Posted: July 1, 2020
Dr. Robert Nichols, postdoc alum from Patterson Lab, received a USDA grant to study "organophosphate (OP) chlorpyrifos" a commonly used pesticide for fruits and vegetables despite its potential to cause neurotoxicity in children and neonates.
"The organophosphate (OP) chlorpyrifos" is a commonly used pesticide (7 million pounds annually) for fruits and vegetables (e.g., apples, peaches, bell peppers) despite its potential to cause neurotoxicity in children and neonates. The gut microbiome is a potential contributor to disease pathogenesis and progression and has been reported to interact with numerous OPs. No studies have investigated the effect of chlorpyrifos on the gut microbiome at environmentally relevant dietary doses (EPA reference dose is 0.3 μg/kg/day).
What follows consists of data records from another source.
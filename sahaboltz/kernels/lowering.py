"""Debye length and Debye-Hueckel lowering of the ionization potential.

lambda_D = sqrt(k T / (4 pi e^2 (n_e + sum_z z^2 n_z)))   [cm, Gaussian units]
dchi_z   = (z + 1) e^2 / lambda_D                           [eV]

where z is the charge of the species being ionized (0 for a neutral atom): the electron that
leaves feels the net charge z + 1 of the remaining ion.  Both broadcast like numpy.
"""

from __future__ import annotations

from typing import Any

import numpy as np

from sahaboltz.constants import E_CHARGE, EV, K_B
from sahaboltz.quantities import as_array, as_positive_array

__all__ = ["debye_length", "debye_hueckel_lowering"]


def debye_length(temperature: Any, electron_density: Any, sum_z2_n: Any = None) -> np.ndarray:
    """Debye length of a plasma of electrons and ions [cm].

    Parameters
    ----------
    temperature : float, array_like or Quantity
        Temperature [K].
    electron_density : float, array_like or Quantity
        Electron number density n_e [cm^-3].
    sum_z2_n : float, array_like or Quantity, optional
        sum over ions of z^2 n_z [cm^-3].  Default: n_e (singly charged ions, neutral plasma),
        so that the screening density is 2 n_e.

    Returns
    -------
    ndarray
        lambda_D [cm], broadcast shape of the inputs.
    """
    t = as_positive_array(temperature, "K", "temperature")
    ne = as_positive_array(electron_density, "cm-3", "electron_density")
    ions = ne if sum_z2_n is None else as_array(sum_z2_n, "cm-3", "sum_z2_n", allow_negative=False)
    return np.sqrt(K_B * t / (4.0 * np.pi * E_CHARGE**2 * (ne + ions)))


def debye_hueckel_lowering(charge: Any, debye_length_cm: Any) -> np.ndarray:
    """Debye-Hueckel lowering of the ionization potential [eV].

    Parameters
    ----------
    charge : int or array_like
        Charge z of the species being ionized (0 for the neutral atom, 1 for a singly
        charged ion, ...).
    debye_length_cm : float, array_like or Quantity
        Debye length [cm] (see :func:`debye_length`).

    Returns
    -------
    ndarray
        dchi = (z + 1) e^2 / lambda_D [eV], broadcast shape of the inputs.
    """
    z = as_array(charge, "", "charge", allow_negative=False)
    lam = as_positive_array(debye_length_cm, "cm", "debye_length_cm")
    return (z + 1.0) * E_CHARGE**2 / lam / EV
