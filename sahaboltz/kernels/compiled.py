"""Compiled inner loops (numba), with the pure-numpy code as the reference and fallback.

The occupation-weighted level sums of the density-dependent solve evaluate one species per
state at every Newton pass: a few thousand level terms per state, each with a logarithm, an
exponential and a dozen multiplications.  In numpy every one of those is a pass over a
temporary array (and the per-pair gathers np.repeat); a compiled loop keeps each term in
registers and is about ten times faster.  The formulas are those of
:meth:`sahaboltz.kernels.truncation.OccupationProbability.pair_weights` (the fit of
:mod:`sahaboltz.kernels.occupation`); tests/test_compiled.py checks both paths agree.

numba is optional: without it (or with SAHABOLTZ_NO_NUMBA=1 in the environment) the numpy
path runs, with the same results to rounding.
"""

from __future__ import annotations

import math
import os

import numpy as np

try:  # pragma: no cover - depends on the installation
    if os.environ.get("SAHABOLTZ_NO_NUMBA"):
        raise ImportError("disabled by SAHABOLTZ_NO_NUMBA")
    import numba
except ImportError:  # pragma: no cover
    numba = None

__all__ = ["available", "large_chain_fractions", "occupation_pair_sums", "pair_levels",
           "series_radii", "vector_exp"]


def available() -> bool:
    """Whether the compiled kernels are in use."""
    return numba is not None and not os.environ.get("SAHABOLTZ_NO_NUMBA")


# exp(x) = 2^k e^r, k = round(x / ln 2), r = x - k ln 2 in two parts (Cody and Waite: k C1 is
# exact for |k| < 2^11), e^r by its Taylor polynomial to r^13 (|r| <= ln2 / 2: the rest is
# below 4e-18 of it)
_LOG2E = 1.4426950408889634
_LN2_HI = 0.693145751953125
_LN2_LO = 1.42860682030941723212e-6
_EXP_TAYLOR = tuple(1.0 / math.factorial(k) for k in range(14))


def _two_to(k):
    """2.0 ** k for an integer k in [-1022, 1023]."""
    return 2.0 ** k


def vector_exp(x):
    """exp(x) for x <= 709 as arithmetic alone, which the compiler vectorizes (the C library's
    exp is a call per element): within one unit in the last place of it (tests/test_compiled.py),
    and 0 below x = -708 (where that gives subnormal numbers under 3.3e-308).  In the
    kernels' level loops, where the Boltzmann factors are formed; a caller compiled with
    fastmath "contract" gets fused multiply-adds, which the vectorized loop needs."""
    xc = min(max(x, -708.0), 709.0)
    k = np.floor(xc * _LOG2E + 0.5)
    r = (xc - k * _LN2_HI) - k * _LN2_LO
    c = _EXP_TAYLOR
    p = c[13]
    p = p * r + c[12]
    p = p * r + c[11]
    p = p * r + c[10]
    p = p * r + c[9]
    p = p * r + c[8]
    p = p * r + c[7]
    p = p * r + c[6]
    p = p * r + c[5]
    p = p * r + c[4]
    p = p * r + c[3]
    p = p * r + c[2]
    p = p * r + 1.0
    p = p * r + 1.0
    v = p * _two_to(int(k))
    return v if x >= -708.0 else 0.0


def series_radii(a_, b_):
    """(|smaller root|, |larger root|) in s of 1 + B s + A s^2 (a complex pair: both
    1/sqrt(A)): the radius of convergence of the series of the weight w = 1 / (1 + B s + A s^2)
    in s, and its counterpart for the series in 1/s."""
    disc = b_ * b_ - 4.0 * a_
    if disc < 0.0:
        return 1.0 / np.sqrt(a_), 1.0 / np.sqrt(a_)
    root = np.sqrt(disc)
    return 2.0 / (b_ + root), (b_ + root) / (2.0 * a_)


def _boltzmann_table(tidx, rows, beta_u, start, count, e, lng, shift, n_rows):
    """The Boltzmann factors exp(ln g - beta E - shift[row]) of the levels of each
    (temperature ``tidx[k]``, species ``rows[k]``) that occurs among the pairs k, once each:
    (offset of each pair's levels in the table, table, ...).  The slots are indexed by the
    species that occur (few per call), not all ``n_rows``: with many distinct temperatures
    a dense (temperature x species) index would cost more than the table.  Also each pair's
    slot number and the number of slots."""
    npair = tidx.size
    local = np.full(n_rows, -1, dtype=np.int64)
    n_local = 0
    for k in range(npair):
        if local[rows[k]] < 0:
            local[rows[k]] = n_local
            n_local += 1
    slot = np.full(beta_u.size * n_local, -1, dtype=np.int64)
    offset = np.empty(npair, dtype=np.int64)
    which = np.empty(npair, dtype=np.int64)
    slot_id = np.full(beta_u.size * n_local, -1, dtype=np.int64)
    total = 0
    n_slots = 0
    for k in range(npair):
        key = tidx[k] * n_local + local[rows[k]]
        if slot[key] < 0:
            slot[key] = total
            slot_id[key] = n_slots
            total += count[k]
            n_slots += 1
        offset[k] = slot[key]
        which[k] = slot_id[key]
    table = np.empty(total)
    filled = np.zeros(beta_u.size * n_local, dtype=np.bool_)
    for k in range(npair):
        key = tidx[k] * n_local + local[rows[k]]
        if not filled[key]:
            filled[key] = True
            bk = beta_u[tidx[k]]
            o = offset[k]
            top = shift[rows[k]]
            for j in range(count[k]):
                lv = start[k] + j
                table[o + j] = vector_exp(lng[lv] - bk * e[lv] - top)
    return offset, table, which, n_slots


def _pair_levels(tidx, rows, beta_u, starts, counts, e, lng_max, cut_ln, start, count):
    """Into ``start[k]``, ``count[k]`` the first level of pair k's species and the number of
    its levels with E < (cut_ln + ln g_max) kT at the pair's temperature (a prefix:
    energies ascend; at least one), searched once per (temperature, species) that occurs
    (:meth:`sahaboltz.kernels.partition.PartitionModel._pair_levels` is the numpy
    version)."""
    npair = tidx.size
    local = np.full(lng_max.size, -1, dtype=np.int64)
    n_local = 0
    for k in range(npair):
        if local[rows[k]] < 0:
            local[rows[k]] = n_local
            n_local += 1
    known = np.full(beta_u.size * n_local, -1, dtype=np.int64)
    for k in range(npair):
        r = rows[k]
        key = tidx[k] * n_local + local[r]
        c = known[key]
        s = starts[r]
        if c < 0:
            n = counts[r]
            cut = (cut_ln + lng_max[r]) / beta_u[tidx[k]]
            lo, hi = 0, n
            while lo < hi:
                mid = (lo + hi) // 2
                if e[s + mid] < cut:
                    lo = mid + 1
                else:
                    hi = mid
            c = min(max(lo, 1), n)
            known[key] = c
        start[k] = s
        count[k] = c


def _occupation_pair_sums(tidx, rows, beta_u, p_, a_, b_, aa, ab, nn4, start, count, e, lng,
                          q, r3, n_rows, want_temperature, u, u1, u2):
    """Per pair k: U = sum_l g_l w_l exp(-beta E_l) over levels start[k] .. start[k]+count[k],
    U1 = sum term (beta E + d ln w / d ln T), U2 = sum term d ln w / d ln n_e.

    w = exp(-nn4 r3) / (1 + s (A s + B)) with s = P Q_l (charged perturbers, the state
    factors P, A, B and their slopes aa = a dA/da, ab = a dB/da; neutral hard spheres
    with nn4 = 4 pi n_neutral / 3).  The Boltzmann factors g exp(-beta E) depend on the
    temperature and the level alone: they are computed once for each (temperature
    ``tidx[k]``, species ``rows[k]``) that occurs, so the loop over the pairs needs no
    exponential at all.
    """
    npair = tidx.size
    offset, table, _, _ = _boltzmann_table(tidx, rows, beta_u, start, count, e, lng,
                                           np.zeros(n_rows), n_rows)
    for k in range(npair):
        bk = beta_u[tidx[k]]
        pk, ak, bbk, aak, abk, nk = p_[k], a_[k], b_[k], aa[k], ab[k], nn4[k]
        o = offset[k] - start[k]
        lo, hi = start[k], start[k] + count[k]
        su = 0.0
        s1 = 0.0
        s2 = 0.0
        if nk == 0.0 and not want_temperature:
            # the solver's case: a loop without branches, which the compiler vectorizes
            for lv in range(lo, hi):
                sv = pk * q[lv]
                inv = 1.0 / (1.0 + sv * (ak * sv + bbk))
                term = table[o + lv] * inv
                su += term
                s2 -= term * inv * sv * (sv * (2.0 * ak + aak / 6.0) + bbk + abk / 6.0)
        else:
            for lv in range(lo, hi):
                sv = pk * q[lv]
                inv = 1.0 / (1.0 + sv * (ak * sv + bbk))
                term = table[o + lv] * inv * np.exp(-nk * r3[lv])
                su += term
                da = sv * (sv * aak + abk)
                s2 -= term * ((sv * (2.0 * sv * ak + bbk) + da / 6.0) * inv)
                s1 += term * (bk * e[lv] + 0.5 * da * inv)
        u[k] = su
        u1[k] = s1
        u2[k] = s2


def _large_fractions(tab_t, tinv, x, charges, ok, share, cut, lo, hi, out_r, out_c, out_f):
    """The stages of one chain holding at least ``share`` of the element at each state
    ``ok[i]``, ln n_q = tab_t[tinv[i], q] - charges[q] x[i] up to a constant of the state,
    normalized over the stages within e^-cut of its largest, which lie among the stages
    ``lo[i]`` to ``hi[i]``; written to ``out_*`` (stage, state, fraction).  Returns their
    number."""
    found = 0
    v = np.empty(charges.size)
    for i in range(x.size):
        if not ok[i]:
            continue
        ti = tinv[i]
        top = -np.inf
        for r in range(lo[i], hi[i] + 1):
            v[r] = tab_t[ti, r] - charges[r] * x[i]
            top = max(top, v[r])
        total = 0.0
        for r in range(lo[i], hi[i] + 1):
            v[r] -= top
            if v[r] >= -cut:
                v[r] = np.exp(v[r])
                total += v[r]
            else:
                v[r] = 0.0
        for r in range(lo[i], hi[i] + 1):
            f = v[r] / total
            if f >= share:
                out_r[found] = r
                out_c[found] = i
                out_f[found] = f
                found += 1
    return found


def large_chain_fractions(tab, tinv, x, charges, ok, share, cut, window=None):
    """(stage rows, state indices, fractions) of :func:`_large_fractions`, compiled, for the
    chain's C_q at the distinct temperatures ``tab`` (stages x temperatures): the states in
    order, the stages in order within each.  ``window``: (lo, hi) per state, the stages that
    can lie within e^-cut of the largest (default all)."""
    n = charges.size
    m = x.size
    lo, hi = window if window is not None else (np.zeros(m, dtype=np.int64),
                                                np.full(m, n - 1, dtype=np.int64))
    # at most min(n, 1 / share) stages of a state hold ``share`` each
    cap = m * min(n, int(1.0 / share) + 1)
    r, c, f = np.empty(cap, dtype=np.int64), np.empty(cap, dtype=np.int64), np.empty(cap)
    found = _large_fractions_jit(np.ascontiguousarray(np.asarray(tab, dtype=float).T),
                                 np.ascontiguousarray(tinv, dtype=np.int64),
                                 np.ascontiguousarray(x, dtype=float),
                                 np.ascontiguousarray(charges, dtype=float),
                                 np.ascontiguousarray(ok, dtype=np.bool_), float(share),
                                 float(cut), np.ascontiguousarray(lo, dtype=np.int64),
                                 np.ascontiguousarray(hi, dtype=np.int64), r, c, f)
    return r[:found].copy(), c[:found].copy(), f[:found].copy()


def borrowing_jit(**options):
    """``numba.njit(**options)`` for a kernel that allocates no array and returns none: compiled
    without the runtime's reference counting, so that its array arguments are borrowed from
    the caller.  With it, every call of a function that is not inlined increments and
    decrements the count of each array argument (two atomic operations each): 24 per call of
    the solver's weighted U, about a fifth of the default solve (measured with perf), and 8x
    the time of a small 8-array kernel called in a loop.  Plain njit where numba does not
    know the option (an unknown option fails only when the kernel is first compiled)."""
    from numba.core import cpu

    if hasattr(cpu.CPUTargetOptions, "_nrt"):
        return numba.njit(_nrt=False, **options)
    return numba.njit(**options)      # pragma: no cover - a numba without the option


if numba is not None:  # pragma: no branch
    from llvmlite import ir as _ir
    from numba.core import types as _types
    from numba.extending import intrinsic as _intrinsic

    @_intrinsic
    def _float_from_bits(typingctx, bits):
        """The float64 whose bits are the int64 ``bits`` (a bit cast)."""
        def codegen(context, builder, signature, args):
            return builder.bitcast(args[0], _ir.DoubleType())
        return _types.float64(_types.int64), codegen

    def _two_to_jit(k):
        # the exponent field of a double: 2^k without a call
        return _float_from_bits(np.int64(k + 1023) << 52)

    _two_to = numba.njit(inline="always")(_two_to_jit)
    vector_exp = numba.njit(inline="always")(vector_exp)
    _boltzmann_table = numba.njit(cache=True, nogil=True, fastmath={"contract"})(
        _boltzmann_table)
    _pair_levels_jit = numba.njit(cache=True, nogil=True)(_pair_levels)
    series_radii = numba.njit(cache=True, nogil=True, error_model="numpy")(series_radii)
    _large_fractions_jit = numba.njit(cache=True, nogil=True, error_model="numpy")(
        _large_fractions)
    # error_model="numpy": a division cannot raise (no branch per level), so the compiler
    # vectorizes the level loops
    _occupation_pair_sums_jit = numba.njit(
        cache=True, nogil=True, error_model="numpy",
        fastmath={"reassoc", "contract", "arcp", "nsz"})(_occupation_pair_sums)


def pair_levels(tidx, rows, beta_u, starts, counts, e, lng_max, cut_ln):
    """(start, count) of each pair's levels below the Boltzmann cut (see
    :func:`_pair_levels`), compiled."""
    n = rows.size
    start = np.empty(n, dtype=np.int64)
    count = np.empty(n, dtype=np.int64)
    i64 = np.ascontiguousarray
    _pair_levels_jit(i64(tidx, dtype=np.int64), i64(rows, dtype=np.int64),
                     i64(beta_u, dtype=float), i64(starts, dtype=np.int64),
                     i64(counts, dtype=np.int64), e, i64(lng_max, dtype=float), float(cut_ln),
                     start, count)
    return start, count


def occupation_pair_sums(tidx, rows, beta_u, stark, slopes, nn, start, count, e, lng, q, r3,
                         n_rows: int, want_temperature: bool):
    """(U, U1, U2) of the pairs (see :func:`_occupation_pair_sums`), compiled.

    ``tidx`` indexes the distinct temperatures' ``beta_u`` = 1/kT [eV^-1]; ``rows`` the
    species of each pair among ``n_rows``; ``stark`` = (P, A, B) and ``slopes`` =
    (a dA/da, a dB/da) per pair (:func:`~sahaboltz.kernels.occupation.stark_state_factors`,
    ``stark_state_slopes``); ``nn`` the neutral-perturber density per pair or None.
    """
    n = tidx.size
    u, u1, u2 = np.empty(n), np.empty(n), np.empty(n)
    nn4 = np.zeros(n) if nn is None else (4.0 * np.pi / 3.0) * np.asarray(nn, dtype=float)
    f64 = [np.ascontiguousarray(v, dtype=float) for v in (beta_u, *stark, *slopes)]
    _occupation_pair_sums_jit(np.ascontiguousarray(tidx, dtype=np.int64),
                              np.ascontiguousarray(rows, dtype=np.int64), *f64, nn4,
                              np.ascontiguousarray(start, dtype=np.int64),
                              np.ascontiguousarray(count, dtype=np.int64), e, lng, q, r3,
                              int(n_rows), bool(want_temperature), u, u1, u2)
    return u, u1, u2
This study includes a unique multi-disciplinary approach to mechanistically dissect the impact of chronic environmentally relevant dietary exposure to chlorpyrifos in wild type and germ-free mice at the following doses; the EPA reference dose of 0.3 μg/kg/day, ten times higher (3 μg/kg/day), and ten times lower (0.03 μg/kg/day) in both a normal chow diet and a high-fat diet (60% kcal from fat). This study will test the hypothesis that chronic environmentally relevant dietary exposure of chlorpyrifos will promote impaired gut microbiome metabolism, gut permeability, an increase of circulating LPS in mouse serum and will exacerbate the effects of a high-fat diet. Established microbiome and metabolomic pipelines will delineate how microbiome compositional changes and perturbations influence the host-gut metabolic axis. A bacterial flow cytometry approach will explore structural changes and can differentiate between direct and indirect effects of chlorpyrifos. A newly established metatranscriptomic pipeline will be the first to validate the above data by elucidating bacterial enzymatic gene changes. Together these results will illustrate that chlorpyrifos exposure promotes detrimental modulation of the gut microbiome." Robert will be working with Chris Houser from Penn State Extension in the near future to connect with some local farmers and their work.